GIVEN DATA:
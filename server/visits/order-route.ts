import { invalid } from '@shared/problem';
import type { Tenant } from '@db/tenant-transaction';
import type { Actor } from '../access/actor';
import { recordEvent } from '../audit/record-event';
import type { Position } from '../fleet/locate-store';
import { nearestNext } from './nearest-next';
import { lockRoute, renumber, touchRoute, visitSlots } from './route-rows';

/**
 * Puts a day's visits in order. Visits in stores where the actor plans nothing keep their places.
 * @throws Problem 404, 409; 422 when the ids are not exactly those of the visits in sight
 */
export async function orderRoute(
  tenant: Tenant,
  actor: Actor,
  id: string,
  wanted: { readonly version: number; readonly visitIds: readonly string[] },
): Promise<void> {
  await lockRoute(tenant, id, wanted.version);
  const slots = await visitSlots(tenant, actor, id);
  const seen = new Set(slots.filter((slot) => slot.seen).map((slot) => slot.id));
  const given = new Set(wanted.visitIds);
  const same = given.size === wanted.visitIds.length && given.size === seen.size;
  if (!same || wanted.visitIds.some((visitId) => !seen.has(visitId))) {
    throw invalid([
      {
        field: 'visitIds',
        reason: 'other-visits',
        message: 'These are not the visits of the day.',
      },
    ]);
  }
  await putInOrder(tenant, actor, id, slots, wanted.visitIds, 'ordered');
}

/**
 * Orders a day from the technician's home to the nearest stop, and from each to the nearest left;
 * without a known home the first stop stays first.
 * @throws Problem 404, 409
 */
export async function orderNearestNext(
  tenant: Tenant,
  actor: Actor,
  id: string,
  version: number,
): Promise<void> {
  const route = await lockRoute(tenant, id, version);
  const slots = await visitSlots(tenant, actor, id);
  const home = await tenant.row<{ latitude: number | null; longitude: number | null }>(
    'SELECT home_latitude AS latitude, home_longitude AS longitude FROM people WHERE id = $1',
    [route.technicianId],
  );
  const start = home?.latitude == null || home.longitude === null ? null : (home as Position);
  const ordered = nearestNext(
    start,
    slots.filter(({ seen }) => seen),
  );
  await putInOrder(
    tenant,
    actor,
    id,
    slots,
    ordered.map((stop) => stop.id),
    'ordered-nearest-next',
  );
}

async function putInOrder(
  tenant: Tenant,
  actor: Actor,
  routeId: string,
  slots: readonly { readonly id: string; readonly seen: boolean }[],
  order: readonly string[],
  action: string,
): Promise<void> {
  const next = order[Symbol.iterator]();
  const all = slots.map((slot) => (slot.seen ? (next.next().value as string) : slot.id));
  if (all.every((id, index) => id === slots[index]?.id)) return;
  await renumber(tenant, routeId, all);
  await touchRoute(tenant, routeId);
  await recordEvent(tenant, {
    actorId: actor.personId,
    subjectKind: 'route',
    subjectId: routeId,
    action,
    detail: { visitIds: all },
  });
}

ASSIGNMENT:
Could you write the whole listing out again, line for line?

YOUR RESPONSE:
filename server/visits/order-route.ts
import { invalid } from '@shared/problem';
import type { Tenant } from '@db/tenant-transaction';
import type { Actor } from '../access/actor';
import { recordEvent } from '../audit/record-event';
import type { Position } from '../fleet/locate-store';
import { nearestNext } from './nearest-next';
import { lockRoute, renumber, touchRoute, visitSlots } from './route-rows';

/**
 * Puts a day's visits in order. Visits in stores where the actor plans nothing keep their places.
 * @throws Problem 404, 409; 422 when the ids are not exactly those of the visits in sight
 */
export async function orderRoute(
  tenant: Tenant,
  actor: Actor,
  id: string,
  wanted: { readonly version: number; readonly visitIds: readonly string[] },
): Promise<void> {
  await lockRoute(tenant, id, wanted.version);
  const slots = await visitSlots(tenant, actor, id);
  const seen = new Set(slots.filter((slot) => slot.seen).map((slot) => slot.id));
  const given = new Set(wanted.visitIds);
  const same = given.size === wanted.visitIds.length && given.size === seen.size;
  if (!same || wanted.visitIds.some((visitId) => !seen.has(visitId))) {
    throw invalid([
      {
        field: 'visitIds',
        reason: 'other-visits',
        message: 'These are not the visits of the day.',
      },
    ]);
  }
  await putInOrder(tenant, actor, id, slots, wanted.visitIds, 'ordered');
}

/**
 * Orders a day from the technician's home to the nearest stop, and from each to the nearest left;
 * without a known home the first stop stays first.
 * @throws Problem 404, 409
 */
export async function orderNearestNext(
  tenant: Tenant,
  actor: Actor,
  id: string,
  version: number,
): Promise<void> {
  const route = await lockRoute(tenant, id, version);
  const slots = await visitSlots(tenant, actor, id);
  const home = await tenant.row<{ latitude: number | null; longitude: number | null }>(
    'SELECT home_latitude AS latitude, home_longitude AS longitude FROM people WHERE id = $1',
    [route.technicianId],
  );
  const start = home?.latitude == null || home.longitude === null ? null : (home as Position);
  const ordered = nearestNext(
    start,
    slots.filter(({ seen }) => seen),
  );
  await putInOrder(
    tenant,
    actor,
    id,
    slots,
    ordered.map((stop) => stop.id),
    'ordered-nearest-next',
  );
}

async function putInOrder(
  tenant: Tenant,
  actor: Actor,
  routeId: string,
  slots: readonly { readonly id: string; readonly seen: boolean }[],
  order: readonly string[],
  action: string,
): Promise<void> {
  const next = order[Symbol.iterator]();
  const all = slots.map((slot) => (slot.seen ? (next.next().value as string) : slot.id));
  if (all.every((id, index) => id === slots[index]?.id)) return;
  await renumber(tenant, routeId, all);
  await touchRoute(tenant, routeId);
  await recordEvent(tenant, {
    actorId: actor.personId,
    subjectKind: 'route',
    subjectId: routeId,
    action,
    detail: { visitIds: all },
  });
}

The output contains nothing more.